Tank minimum maintenance, practical and inexpensive

My thoughts were pretty similar to yours... I wanted easy maintenance, so my tank is in the bathroom a few feet away from the toilet and bath tub. (I know, kind of lazy, but I'm also doing a fish bathroom so it works.) I originally thought a 5g would be perfect for a Betta, but then heard so many people say that a 5g would be more work than a 10g, and I didn't believe my counter could handle the extra weight.

DH and I both agreed the Eclipse 12 was just about the right size, and now that it's up, I agree. I'll get a beautiful center piece fish, a beautiful school of fish, some bottom critters.

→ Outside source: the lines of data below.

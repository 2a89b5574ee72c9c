// SPDX-License-Identifier: MIT
#include "firmware_host/car/check.hpp"

#include <cmath>
#include <sstream>
#include <stdexcept>

namespace holdfast::sim {
namespace {

struct Range {
    const char* name;
    double value;
    double least;
    double most;
};

void check(const Range& range) {
    if (range.value >= range.least && range.value <= range.most) return;  // false for NaN as well
    std::ostringstream message;
    message << "simulated car: " << range.name << " is " << range.value << ", expected " << range.least
            << " to " << range.most;
    throw std::invalid_argument(message.str());
}

void check_axle(const AxleParameters& axle, const std::string& where) {
    const auto one = [&](const char* name, double value, double least, double most) {
        const std::string full = where + "." + name;
        check({full.c_str(), value, least, most});
    };
    one("track_m", axle.track_m, 0.5, 3.0);
    one("unsprung_mass_kg", axle.unsprung_mass_kg, 3.0, 200.0);
    one("wheel_rate_npm", axle.wheel_rate_npm, 5e3, 1e6);
    one("anti_roll_rate_npm", axle.anti_roll_rate_npm, 0.0, 1e6);
    one("damping_bump_nspm", axle.damping_bump_nspm, 0.0, 30e3);
    one("damping_rebound_nspm", axle.damping_rebound_nspm, 0.0, 30e3);
    one("damping_fast_share", axle.damping_fast_share, 0.0, 1.0);
    one("damping_knee_mps", axle.damping_knee_mps, 1e-3, 10.0);
    one("bump_stop_gap_m", axle.bump_stop_gap_m, 0.0, 1.0);
    one("bump_stop_rate_npm", axle.bump_stop_rate_npm, 0.0, 1e6);
    one("bump_stop_growth_npm2", axle.bump_stop_growth_npm2, 0.0, 1e9);
    one("tyre_rate_npm", axle.tyre_rate_npm, 20e3, 1e6);
    one("tyre_damping_nspm", axle.tyre_damping_nspm, 0.0, 5e3);
    one("anti_brake_share", axle.anti_brake_share, -1.0, 1.0);
    one("anti_squat_share", axle.anti_squat_share, -1.0, 1.0);
    one("roll_centre_m", axle.roll_centre_m, -0.2, 0.5);
}

}  // namespace

const Scenario& checked(const Scenario& s) {
    const double lateral_limit = s.driver.lateral_limit_mps2;
    const double unsprung_front_kg = 2.0 * s.chassis.front.unsprung_mass_kg;
    const double unsprung_rear_kg = 2.0 * s.chassis.rear.unsprung_mass_kg;
    double lap_m = 0.0;
    for (const Segment& segment : s.circuit.segments) {
        check({"circuit.segments.length_m", segment.length_m, 1.0, 1e5});
        check({"circuit.segments.curvature_pm", segment.curvature_pm, -0.2, 0.2});
        lap_m += segment.length_m;
    }
    for (const Kerb& kerb : s.circuit.kerbs) {
        check({"circuit.kerbs.distance_m", kerb.distance_m, 0.0, lap_m});
        check({"circuit.kerbs.length_m", kerb.length_m, 0.2, 100.0});
        check({"circuit.kerbs.height_m", kerb.height_m, 0.0, 0.1});
    }
    const Range ranges[] = {
        {"laps", static_cast<double>(s.laps), 1.0, 1e6},
        {"frame_rate_hz", s.frame_rate_hz, 50.0, 2000.0},
        {"circuit length (m)", lap_m, 100.0, 1e5},
        {"circuit.transition_m", s.circuit.transition_m, 0.5, 200.0},
        {"chassis.mass_kg", s.chassis.mass_kg, 200.0, 4000.0},
        {"chassis.wheelbase_m", s.chassis.wheelbase_m, 1.0, 6.0},
        {"chassis.front_weight_share", s.chassis.front_weight_share, 0.2, 0.8},
        {"chassis.cg_height_m", s.chassis.cg_height_m, 0.0, 1.5},
        {"chassis.pitch_inertia_kgm2", s.chassis.pitch_inertia_kgm2, 50.0, 2e4},
        {"chassis.roll_inertia_kgm2", s.chassis.roll_inertia_kgm2, 20.0, 1e4},
        {"chassis.rolling_resistance", s.chassis.rolling_resistance, 0.0, 0.1},
        {"chassis.fuel_per_lap_kg over all laps", s.chassis.fuel_per_lap_kg * s.laps, 0.0,
         0.4 * s.chassis.mass_kg},
        {"front sprung mass (kg)", s.chassis.mass_kg * s.chassis.front_weight_share - unsprung_front_kg, 20.0,
         4e3},
        {"rear sprung mass (kg)", s.chassis.mass_kg * (1.0 - s.chassis.front_weight_share) - unsprung_rear_kg,
         20.0, 4e3},
        {"aero.front.width_m", s.aero.front.width_m, 1e-3, 10.0},
        {"aero.rear.width_m", s.aero.rear.width_m, 1e-3, 10.0},
        {"flap.chord_m", s.flap.chord_m, 0.02, 2.0},
        {"flap.area_m2", s.flap.area_m2, 0.0, 5.0},
        {"flap.opening_time_s", s.flap.opening_time_s, 0.001, 5.0},
        {"flap.opening_detach_tau_s", s.flap.opening_detach_tau_s, 1e-4, 1.0},
        {"flap.tau_chords", s.flap.tau_chords, 0.1, 1e3},
        {"flap.tail_share", s.flap.tail_share, 0.0, 0.9},
        {"flap.tail_factor", s.flap.tail_factor, 1.0, 50.0},
        {"road.roughness_m3", s.road.roughness_m3, 0.0, 1e-3},
        {"road.left_right_correlation", s.road.left_right_correlation, 0.0, 1.0},
        {"road.repeat_share", s.road.repeat_share, 0.0, 1.0},
        {"road.longest_wave_m", s.road.longest_wave_m, 1.0, 1e4},
        {"road.patch_m", s.road.patch_m, 1e-3, 1.0},
        {"air.temperature_k", s.air.temperature_k, 230.0, 330.0},
        {"air.pressure_pa", s.air.pressure_pa, 5e4, 1.1e5},
        {"air.relative_humidity", s.air.relative_humidity, 0.0, 1.0},
        {"air.gust_time_s", s.air.gust_time_s, 0.01, 1e3},
        {"driver.power_w", s.driver.power_w, 1e4, 3e6},
        {"driver.lateral_limit_mps2", lateral_limit, 1.0, 80.0},
        {"driver.braking_limit_mps2", s.driver.braking_limit_mps2, 1.0, 80.0},
        {"driver.brake_gain_nppa", s.driver.brake_gain_nppa, 1e-5, 1.0},
        {"driver.brake_rise_s", s.driver.brake_rise_s, 1e-3, 2.0},
        {"driver.throttle_rise_s", s.driver.throttle_rise_s, 1e-3, 10.0},
        {"driver.start_speed_mps", s.driver.start_speed_mps, 1.0, 100.0},
        {"driver.closing_time_least_s", s.driver.closing_time_least_s, 1e-3, s.driver.closing_time_most_s},
        {"driver.gap_least_s", s.driver.gap_least_s, 0.0, s.driver.gap_most_s},
        {"ride heights", static_cast<double>(s.ride_heights.size()), 0.0,
         static_cast<double>(kMaxRideHeights)},
    };
    for (const Range& range : ranges) check(range);
    check_axle(s.chassis.front, "chassis.front");
    check_axle(s.chassis.rear, "chassis.rear");
    for (std::size_t i = 0; i < kChannelCount; ++i) {
        if (!s.sensors[i].fitted) continue;
        const std::string channel = "sensor " + std::string(info(static_cast<Channel>(i)).name);
        check({(channel + " rate_hz").c_str(), s.sensors[i].rate_hz, 1e-3, s.frame_rate_hz});
        check({(channel + " latency_s").c_str(), s.sensors[i].latency_s, 0.0, kLatencyLimitS});
    }
    return s;
}

}  // namespace holdfast::sim
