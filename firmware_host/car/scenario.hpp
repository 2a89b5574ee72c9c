// SPDX-License-Identifier: MIT
// One outing's worth of parameters, and named families of them.
#pragma once

#include <cstdint>
#include <string>
#include <string_view>
#include <vector>

#include "firmware_host/car/parameters.hpp"
#include "firmware_host/car/sensors.hpp"

namespace holdfast::sim {

struct Scenario {
    std::string name;  // how make_scenario was asked
    std::string car_name = "Car";
    std::uint64_t seed = 1;  // of everything random during the outing and of the workshop's errors
    int laps = 4;
    double frame_rate_hz = 400.0;
    ChassisParameters chassis;
    AeroParameters aero;
    FlapParameters flap;
    CircuitParameters circuit;
    RoadParameters road;
    AirParameters air;
    DriverParameters driver;
    std::vector<PlannedClosing> planned;
    SensorTable sensors{};
    std::vector<RideHeightPlace> ride_heights;  // slot i of the frame's ride heights; at most kMaxRideHeights
    std::vector<Fault> faults;
};

// The scenario that `name` asks for, drawn by `seed`: FAMILY[-VARIANT]..., such as "open_wheel" or
// "prototype-windy-rough". Families and variants with a line on each: scenario_help(). The same name and seed
// give the same scenario. Throws std::invalid_argument, naming the word that is not known and those that are.
[[nodiscard]] Scenario make_scenario(std::string_view name, std::uint64_t seed);

// One line for each family and variant.
[[nodiscard]] std::string scenario_help();

// Reads CHANNEL:KIND:FROM_S[:MAGNITUDE[:UNTIL_S]], for example "load_rl:drift:60:25"; the kinds are
// FaultKind's names. Channels as in the log; ride heights by the scenario's own names. Throws
// std::invalid_argument, saying what was wrong.
[[nodiscard]] Fault parse_fault(std::string_view text, const Scenario& scenario);

}  // namespace holdfast::sim
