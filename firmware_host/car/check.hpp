// SPDX-License-Identifier: MIT
#pragma once

#include "firmware_host/car/scenario.hpp"

namespace holdfast::sim {

// The scenario itself where a car can be made of it; else std::invalid_argument that names the parameter, its
// value and its range.
const Scenario& checked(const Scenario& scenario);

}  // namespace holdfast::sim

I got dried/dyed plants that are real so they look/feel real, but require no maintenance. I will be adding a few small real, low maintenance ones to balance things out.

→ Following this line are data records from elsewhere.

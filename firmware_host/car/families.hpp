// SPDX-License-Identifier: MIT
// Kinds of car, circuits and sensors, drawn within ranges.
#pragma once

#include "firmware_host/car/random.hpp"
#include "firmware_host/car/scenario.hpp"

namespace holdfast::sim {

void draw_open_wheel(Scenario& scenario, Random& random);
void draw_prototype(Scenario& scenario, Random& random);
void draw_heavy_closed(Scenario& scenario, Random& random);

// A circuit that turns once round to the left in all, with `flap_straights` long straights.
[[nodiscard]] CircuitParameters draw_circuit(int flap_straights, double long_straight_m, Random& random);

// The sensors that every car has, with their own gains, offsets and drifts. `error_scale` multiplies all of
// these.
[[nodiscard]] SensorTable draw_sensors(std::size_t ride_heights, double error_scale, Random& random);
// Fits those that only some cars have: accel_z, pitot, heading, yaw rate.
void fit_extra_sensors(SensorTable& sensors, double error_scale, Random& random);

}  // namespace holdfast::sim
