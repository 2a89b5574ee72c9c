// SPDX-License-Identifier: MIT
// Random numbers that are the same on every machine: std::mt19937_64 is defined to the bit by the standard,
// the distributions of <random> are not, so uniform and normal are made here.
#pragma once

#include <cmath>
#include <cstdint>
#include <random>

namespace holdfast::sim {

// What a generator is for. Each use has its own stream, so that a change to one (more sensors, say) leaves
// the road, the wind and the driver as they were.
enum class Stream : std::uint64_t {
    car = 1,
    circuit,
    road_lap,
    road_fresh,
    wind,
    driver,
    flap,
    sensors,
    workshop
};

class Random {
  public:
    Random(std::uint64_t seed, Stream stream)
        : engine_(mix(mix(seed) + 0x9E3779B97F4A7C15ULL * static_cast<std::uint64_t>(stream))) {}

    // Uniform in [0, 1), 53 bits.
    double uniform() { return static_cast<double>(engine_() >> 11) * 0x1.0p-53; }
    double uniform(double least, double most) { return least + (most - least) * uniform(); }

    // Standard normal by the polar method (Marsaglia and Bray 1964).
    double normal() {
        if (has_spare_) {
            has_spare_ = false;
            return spare_;
        }
        double u = 0.0;
        double v = 0.0;
        double s = 0.0;
        do {
            u = 2.0 * uniform() - 1.0;
            v = 2.0 * uniform() - 1.0;
            s = u * u + v * v;
        } while (s >= 1.0 || s == 0.0);
        const double scale = std::sqrt(-2.0 * std::log(s) / s);
        spare_ = v * scale;
        has_spare_ = true;
        return u * scale;
    }
    double normal(double mean, double sd) { return mean + sd * normal(); }

    bool happens(double probability) { return uniform() < probability; }

  private:
    // SplitMix64's finaliser (Steele, Lea and Flood 2014): neighbouring seeds give unrelated states.
    static std::uint64_t mix(std::uint64_t x) {
        x += 0x9E3779B97F4A7C15ULL;
        x = (x ^ (x >> 30)) * 0xBF58476D1CE4E5B9ULL;
        x = (x ^ (x >> 27)) * 0x94D049BB133111EBULL;
        return x ^ (x >> 31);
    }

    std::mt19937_64 engine_;
    double spare_ = 0.0;
    bool has_spare_ = false;
};

}  // namespace holdfast::sim
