// SPDX-License-Identifier: MIT
// Watches the true car and writes down the truth: samples at 50 Hz, a record for each closing of the flap.
#pragma once

#include <vector>

#include "firmware_host/car/aero.hpp"
#include "firmware_host/car/flap.hpp"
#include "firmware_host/car/truth.hpp"

namespace holdfast::sim {

// The true car at one instant, as the recorder needs it.
struct TruthInstant {
    double time_s = 0.0;
    double speed_mps = 0.0;
    double air_speed_mps = 0.0;
    double air_density_kgpm3 = 0.0;
    Areas areas;
    double attached = 1.0;
    double flap_position = 0.0;
    bool flap_command = false;
    double brake_pressure_pa = 0.0;
    int lap = 1;
    int zone_ahead = 0;
    Closing closing;
};

class TruthRecorder {
  public:
    explicit TruthRecorder(const FlapParameters& flap) : flap_(flap) {}

    void watch(const TruthInstant& now);   // every step
    void sample(const TruthInstant& now);  // at 50 Hz
    void finish();                         // the outing is over

    [[nodiscard]] const std::vector<TruthSample>& samples() const { return samples_; }
    [[nodiscard]] const std::vector<TruthClosure>& closures() const { return closures_; }

  private:
    void begin(const TruthInstant& now);
    void regain(const TruthInstant& now, double share, double& after_closed_s) const;
    void brakes(const TruthInstant& now);

    FlapParameters flap_;
    std::vector<TruthSample> samples_;
    std::vector<TruthClosure> closures_;
    TruthClosure closure_;
    bool open_ = false;  // a closing is being watched
    double moving_since_s_ = 0.0;
    bool shut_ = false;  // its flap has come shut
    TruthInstant before_;
    int count_ = 0;
};

}  // namespace holdfast::sim
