// SPDX-License-Identifier: MIT
// The true aerodynamic areas: smooth functions of the floor's height over the road, of pitch and of how much
// of the flap's flow is attached.
#pragma once

#include "firmware_host/car/parameters.hpp"

namespace holdfast::sim {

struct Areas {
    double front_m2 = 0.0;  // downforce
    double rear_m2 = 0.0;
    double drag_m2 = 0.0;
};

// Floor heights at the axle lines, m; pitch relative to rest, rad, nose down; attached 0..1.
[[nodiscard]] Areas areas(const AeroParameters& aero, const FlapParameters& flap, double wheelbase_m,
                          double floor_front_m, double floor_rear_m, double pitch_rad, double attached);

// Density of moist air, kg/m^3, by CIPM-2007 (Picard et al., Metrologia 45, 2008).
[[nodiscard]] double air_density(const AirParameters& air);

}  // namespace holdfast::sim
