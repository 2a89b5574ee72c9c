// SPDX-License-Identifier: MIT
#include "firmware_host/car/aero.hpp"

#include <cmath>

namespace holdfast::sim {
namespace {

double area_at(const AreaOverRideHeight& area, double height_m) {
    const double off = (height_m - area.best_height_m) / area.width_m;
    return area.area_m2 * (1.0 + area.gain / (1.0 + off * off));
}

}  // namespace

Areas areas(const AeroParameters& aero, const FlapParameters& flap, double wheelbase_m, double floor_front_m,
            double floor_rear_m, double pitch_rad, double attached) {
    const double by_pitch_m2 = aero.front_per_pitch_m2prad * pitch_rad;
    const double lost_m2 = flap.area_m2 * (1.0 - attached);
    // The wing stands `overhang` behind the rear axle: of its lift P the rear axle carries P (1 + o/L), the
    // front -P o/L.
    const double lever = flap.overhang_m / (wheelbase_m + flap.overhang_m);
    Areas result;
    result.front_m2 = area_at(aero.front, floor_front_m) + by_pitch_m2 + lost_m2 * lever;
    result.rear_m2 = area_at(aero.rear, floor_rear_m) - by_pitch_m2 - lost_m2;
    const double downforce_m2 = result.front_m2 + result.rear_m2;
    result.drag_m2 = aero.drag_base_m2 + aero.drag_per_downforce2 * downforce_m2 * downforce_m2 +
                     flap.drag_area_m2 * attached;
    return result;
}

double air_density(const AirParameters& air) {
    const double kelvin = air.temperature_k;
    const double celsius = kelvin - 273.15;
    const double pascal = air.pressure_pa;
    const double saturation_pa =
        std::exp(1.2378847e-5 * kelvin * kelvin - 1.9121316e-2 * kelvin + 33.93711047 - 6.3431645e3 / kelvin);
    const double enhancement = 1.00062 + 3.14e-8 * pascal + 5.6e-7 * celsius * celsius;
    const double vapour = air.relative_humidity * enhancement * saturation_pa / pascal;  // mole fraction
    const double ratio = pascal / kelvin;
    const double compressibility =
        1.0 -
        ratio *
            (1.58123e-6 - 2.9331e-8 * celsius + 1.1043e-10 * celsius * celsius +
             (5.707e-6 - 2.051e-8 * celsius) * vapour + (1.9898e-4 - 2.376e-6 * celsius) * vapour * vapour) +
        ratio * ratio * (1.83e-11 - 0.765e-8 * vapour * vapour);
    constexpr double kGas = 8.314472;        // J/(mol K), as CIPM-2007 has it
    constexpr double kDryAir = 28.96546e-3;  // kg/mol
    constexpr double kWater = 18.01528e-3;   // kg/mol
    return pascal * kDryAir / (compressibility * kGas * kelvin) * (1.0 - vapour * (1.0 - kWater / kDryAir));
}

}  // namespace holdfast::sim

I have a Seachem Ammonia Alert next to my thermometer, and plan to get a pH monitor as well, so I can eyeball these critical things.

The tank is only a month old (has been redone several times) and is currently cycling, so I don't have a maintenance plan yet. But it'll be pretty often, since it's so conveniently located.

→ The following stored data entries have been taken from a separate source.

// SPDX-License-Identifier: MIT
// The road under the wheels: an ISO 8608 profile (displacement spectrum falling with the square of the wave
// number), partly the same every lap, left and right partly alike, with kerbs. The rear axle meets what the
// front axle met.
#pragma once

#include <array>
#include <cstdint>
#include <vector>

#include "firmware_host/car/parameters.hpp"
#include "firmware_host/car/random.hpp"

namespace holdfast::sim {

class Road {
  public:
    static constexpr double kCellM = 0.05;

    // Heights can be asked for from `behind_m` behind to `ahead_m` ahead of the newest advance_to().
    Road(const RoadParameters& road, const std::vector<Kerb>& kerbs, double lap_m, double behind_m,
         double ahead_m, std::uint64_t seed);

    // Distance driven by the front axle since the start; never falls.
    void advance_to(double distance_m);

    [[nodiscard]] double left_m(double distance_m) const { return height(distance_m, 0); }
    [[nodiscard]] double right_m(double distance_m) const { return height(distance_m, 1); }

  private:
    using Sides = std::array<double, 2>;
    [[nodiscard]] double height(double distance_m, std::size_t side) const;
    [[nodiscard]] Sides draw(Random& random) const;
    void add_cell();

    RoadParameters road_;
    double ahead_m_;
    double step_sd_m_;
    Random fresh_;
    std::vector<std::array<float, 2>> lap_steps_;  // unit normal steps that come again every lap
    std::vector<std::array<float, 2>> kerbs_;      // height by cell of the lap
    std::vector<Sides> ring_;
    std::int64_t newest_cell_ = 0;  // negative before the start; the ring is indexed by its low bits
    Sides rough_{};                 // before the contact patch's smoothing
    Sides smoothed_{};
};

}  // namespace holdfast::sim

I also do not have sand... I'd had it previously and it was a challenge to clean.
 
If you really want to make your maintenence easy, add an auto water change system (what rallysman has on his tank), with a "syphon reciever" added to the drain from the tank. That's what I think I might do with my FW tanks, maintence should take less than 10-20 minutes a month for a lot of tanks.
 
Get a large tank with good filtration and one fish. The more fish you add the quicker the tank will get dirty. 10 gallon with 1 betta is the rule I use. I have two 55's with very few fish. The fish are happy and the tank stays clean.
 
garbon2535 said:
Get a large tank with good filtration and one fish. The more fish you add the quicker the tank will get dirty. 10 gallon with 1 betta is the rule I use. I have two 55's with very few fish. The fish are happy and the tank stays clean.

He could also use that rule on small schooling fish, with very little bioload (tetras/danios perhaps?), still get the benefit of individual fish, but enough of a school that it would look nice.